These are initial changes to experiment with building the Fortran runtime
as a CUDA or OpenMP target offload library.
The initial patch defines a set of macros that have to be used consistently
in Flang runtime source code so that it can be built for different
offload devices using different programming models (CUDA, HIP, OpenMP target
offload). Currently supported modes are:
- CUDA: Flang runtime may be built as a fatlib for the host and a set of CUDA architectures specified during the build. The packaging of the device code is done by the CUDA toolchain and may differ from toolchan to toolchain.
- OpenMP offload:
- host_device mode: Flang runtime may be built as a fatlib for the host and a set of OpenMP offload architectures. The packaging of the device code is done by the OpenMP offload compiler and may differ from compiler to compiler.
OpenMP offload 'nohost' mode is a TODO to match the build setup
of libomptarget/DeviceRTL. Flang runtime will be built as LLVM Bitcode
library using Clang/LLVM toolchain. The host part of the library
will be "empty", so there will be two distributable object: the host
Flang runtime and dummy host library with device Flang runtime pieces
packaged using clang-offload-packager and clang.
In all supported modes, enabling parts of Flang runtime for the device
compilation can be done iteratively to make the patches observable.
Note that at any point in time the resulting library may have unresolved
references to not yet enabled parts of Flang runtime.

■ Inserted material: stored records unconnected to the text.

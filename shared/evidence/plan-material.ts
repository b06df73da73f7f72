import type { PlanPoint } from '../geometry/point.ts';
import type { RunResult } from '../schemas/runs.ts';

/**
 * A building on a plan: its outline as the run took it, how it is called, and what the run found.
 *
 * Units: parts m, result as RunResult. Valid: at least one part. Source: [own].
 */
export type PlanBuilding = {
  readonly id: string;
  readonly reference: string;
  readonly address: string | null;
  readonly parts: readonly (readonly (readonly PlanPoint[])[])[];
  readonly result: Pick<
    RunResult,
    | 'stage'
    | 'categoryLow'
    | 'category'
    | 'categoryHigh'
    | 'settlement'
    | 'strain'
    | 'breakpointVolumeLoss'
  >;
};

/**
 * A street, stretch of water, railway or park under the buildings, in the scheme's grid.
 *
 * Units: m. Valid: lines are open, areas closed rings. Source: [own].
 */
export type PlanBackground = {
  readonly layer: 'streets' | 'water' | 'rail' | 'parks';
  readonly name: string | null;
  readonly isArea: boolean;
  readonly lines: readonly (readonly PlanPoint[])[];
};

/**
 * All that sheets of a run are drawn from, within some ground.
 *
 * Units: as the parts; contours as SettlementContour. Valid: plain data. Source: [own].
 */
export type PlanMaterial = {
  readonly buildings: readonly PlanBuilding[];
  readonly background: readonly PlanBackground[];
  readonly contours: readonly {
    readonly level: number;
    readonly line: readonly PlanPoint[];
    readonly isClosed: boolean;
  }[];
};
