import { axisLevelAt } from '../assessment/axis-level-at.ts';
import { boundingBox, type Box } from '../geometry/bounding-box.ts';
import type { PlanPoint } from '../geometry/point.ts';
import { MethodError } from '../method-error.ts';
import type { AlignmentDesign } from '../schemas/alignments.ts';
import type { DrawnLayout } from '../schemas/evidence.ts';
import type { LineOnGround } from './line-on-ground.ts';
import type { SheetLayout } from './paper-sizes.ts';

/**
 * The scales of a section: lengths at 1 : `denominator`, levels so many times larger, settlement so many
 * times larger than lengths.
 *
 * Units: none. Valid: made from a layout. Source: [own].
 */
export type SectionScales = {
  readonly denominator: number;
  readonly exaggeration: number;
  readonly settlementExaggeration: number;
};

/**
 * Sections that are to be drawn: a stretch along the line, or some across it, one under the other.
 *
 * Units: m. Valid: made by `plannedSections`. Source: [own].
 */
export type PlannedSection = SectionScales &
  (
    | { readonly kind: 'long section'; readonly from: number; readonly to: number }
    | {
        readonly kind: 'cross sections';
        readonly chainages: readonly number[];
        readonly halfWidth: number;
      }
  );

type Asked = Extract<DrawnLayout, { kind: 'sections' }>;

/** In mm: what a section has over the ground and under its lowest level, and to the left for its levels. */
export const [ABOVE, BELOW, ASIDE] = [26, 24, 22] as const;

/** How high a section is that goes from the ground down to the lowest level it shows. */
function heightOf({ exaggeration, denominator }: Asked, depth: number): number {
  return (depth * exaggeration * 1000) / denominator + ABOVE + BELOW;
}

/** From the ground to a little below the invert, the deepest along a stretch. */
export function depthAt(
  { groundLevel, levels, diameter }: AlignmentDesign,
  chainages: readonly number[],
): number {
  const deepest = Math.min(...chainages.map((chainage) => axisLevelAt(levels, chainage)));
  return Math.max(groundLevel - deepest + diameter, diameter);
}

function refuseHigh(asked: Asked, depth: number, { window }: SheetLayout): void {
  if (heightOf(asked, depth) <= window.bottom - window.top) return;
  const message =
    'The section is higher than the sheet. Take a smaller exaggeration, scale or a larger paper.';
  throw new MethodError('outside-range', message, 'exaggeration');
}

function longSections(
  asked: Asked,
  line: LineOnGround,
  layout: SheetLayout,
  design: AlignmentDesign,
): PlannedSection[] {
  const { denominator, exaggeration, settlementExaggeration } = asked;
  const stations = [0, line.length, ...design.levels.map(({ chainage }) => chainage)];
  refuseHigh(asked, depthAt(design, stations), layout);
  const { left, right } = layout.window;
  const each = ((right - left - ASIDE - 8) * denominator) / 1000;
  const count = Math.ceil(line.length / each);
  return Array.from({ length: count }, (_, k) => ({
    ...{ kind: 'long section', denominator, exaggeration, settlementExaggeration },
    ...{ from: k * each, to: Math.min(line.length, (k + 1) * each) },
  }));
}

function crossSections(
  asked: Asked,
  line: LineOnGround,
  layout: SheetLayout,
  design: AlignmentDesign,
): PlannedSection[] {
  const { denominator, exaggeration, settlementExaggeration, halfWidth, across } = asked;
  const { left, right, top, bottom } = layout.window;
  if ((2 * halfWidth * 1000) / denominator > right - left - ASIDE - 8) {
    const message =
      'The sections are wider than the sheet. Look less far to either side, or take a smaller scale.';
    throw new MethodError('outside-range', message, 'halfWidth');
  }
  const beyond = across.find((chainage) => chainage > line.length);
  if (beyond !== undefined) {
    const message = `The line ends before chainage ${beyond} m.`;
    throw new MethodError('outside-range', message, 'across');
  }
  const depth = across.length === 0 ? 0 : depthAt(design, across);
  if (across.length > 0) refuseHigh(asked, depth, layout);
  const each = Math.max(1, Math.floor((bottom - top) / heightOf(asked, depth)));
  const sheets = Array.from({ length: Math.ceil(across.length / each) }, (_, k) =>
    across.slice(k * each, (k + 1) * each),
  );
  return sheets.map((chainages) => ({
    ...{
      kind: 'cross sections',
      denominator,
      exaggeration,
      settlementExaggeration,
      chainages,
      halfWidth,
    },
  }));
}

/**
 * The sheets of sections of a layout.
 *
 * Units: as DrawnLayout. Valid: throws `outside-range` with the field to change where a section is wider or
 * higher than the paper, beyond the line, or where none is asked for. Source: [own].
 */
export function plannedSections(
  asked: Asked,
  line: LineOnGround,
  layout: SheetLayout,
  design: AlignmentDesign,
): PlannedSection[] {
  if (!asked.isLong && asked.across.length === 0) {
    throw new MethodError(
      'outside-range',
      'Ask for the long section or for sections at some chainages.',
      'across',
    );
  }
  return [
    ...(asked.isLong ? longSections(asked, line, layout, design) : []),
    ...crossSections(asked, line, layout, design),
  ];
}

/**
 * The ground that sections show, so that the buildings on it can be sought.
 *
 * Units: m. Valid: any section of the line. Source: [own].
 */
export function boxOfSection(planned: PlannedSection, line: LineOnGround): Box {
  if (planned.kind === 'long section') return boundingBox(line.between(planned.from, planned.to));
  const { chainages, halfWidth } = planned;
  return boundingBox(
    chainages.flatMap((chainage): PlanPoint[] => {
      const [[e, n], [dx, dy]] = [line.pointAt(chainage), line.directionAt(chainage)];
      return [
        [e - halfWidth * dy, n + halfWidth * dx],
        [e + halfWidth * dy, n - halfWidth * dx],
      ];
    }),
  );
}
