import { drivesOfDesign } from '../assessment/drives-of-design.ts';
import { offsetPolyline } from '../geometry/offset-polyline.ts';
import type { SpacePoint } from '../geometry/point.ts';
import { MethodError } from '../method-error.ts';
import type { AlignmentDesign } from '../schemas/alignments.ts';
import type { ChainageTick } from './chainage-marks.ts';
import type { GroundFrame } from './ground-frame.ts';
import { lineMark, type Mark, type Spot, type Stroke } from './marks.ts';

/**
 * How the axis of a drive is drawn.
 *
 * Units: mm. Valid: read only. Source: [own].
 */
export const DRIVE_AXIS: Stroke = { ink: 'ink', width: 0.42, dash: [4, 1, 0.8, 1] };

/**
 * How the edges of a drive are drawn.
 *
 * Units: mm. Valid: read only. Source: [own].
 */
export const DRIVE_EDGE: Stroke = { ink: 'ink', width: 0.22, dash: [0.4, 0.7] };

const TICK: Stroke = { ink: 'ink', width: 0.25 };
/** How far a tick reaches to either side of the line, in mm. */
const REACH = 3.2;

function onPaper({ place }: GroundFrame, axis: readonly SpacePoint[]): Spot[] {
  return axis.map(([e, n]) => place([e, n]));
}

/** The edge of a drive; where a bend is tighter than its radius there is none. */
function edgeOf(axis: readonly SpacePoint[], offset: number): readonly SpacePoint[] {
  try {
    return offsetPolyline(axis, offset);
  } catch (error) {
    if (error instanceof MethodError) return [];
    throw error;
  }
}

/**
 * The drives of a design on paper: each with its axis and its edges.
 *
 * Units: mm. Valid: throws as `drivesOfDesign`. Source: [own].
 */
export function driveMarks(frame: GroundFrame, design: AlignmentDesign): Mark[] {
  return drivesOfDesign(design).flatMap(({ axis, diameter }): Mark[] => [
    ...[diameter / 2, -diameter / 2].flatMap((offset) => {
      const edge = edgeOf(axis, offset);
      return edge.length === 0 ? [] : [lineMark(onPaper(frame, edge), DRIVE_EDGE)];
    }),
    lineMark(onPaper(frame, axis), DRIVE_AXIS),
  ]);
}

/**
 * The strokes across the line at round chainages.
 *
 * Units: mm. Valid: any ticks. Source: [own].
 */
export function tickMarks(ticks: readonly ChainageTick[]): Mark[] {
  return ticks.map(({ at: [x, y], along: [c, s] }) =>
    lineMark([[x - s * REACH, y + c * REACH], [x + s * REACH, y - c * REACH]], TICK),
  ); // prettier-ignore
}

Example cmake/make commands for building with Clang for NVPTX target:
cmake \
-DFLANG_EXPERIMENTAL_CUDA_RUNTIME=ON \
-DCMAKE_CUDA_ARCHITECTURES=80 \
-DCMAKE_C_COMPILER=/clang_nvptx/bin/clang \
-DCMAKE_CXX_COMPILER=/clang_nvptx/bin/clang++ \
-DCMAKE_CUDA_COMPILER=/clang_nvptx/bin/clang \
/llvm-project/flang/runtime/
make -j FortranRuntime
Example cmake/make commands for building with Clang OpenMP offload:
cmake \
-DFLANG_EXPERIMENTAL_OMP_OFFLOAD_BUILD="host_device" \
-DCMAKE_C_COMPILER=clang \
-DCMAKE_CXX_COMPILER=clang++ \
-DFLANG_OMP_DEVICE_ARCHITECTURES="sm_80" \
../flang/runtime/
make -j FortranRuntime
The fact that we now have some but not all members available on the device is not ideal, IMHO. I would have hoped the opposing approach would at least be tried; compile the entire thing for the device, opt-out where necessary.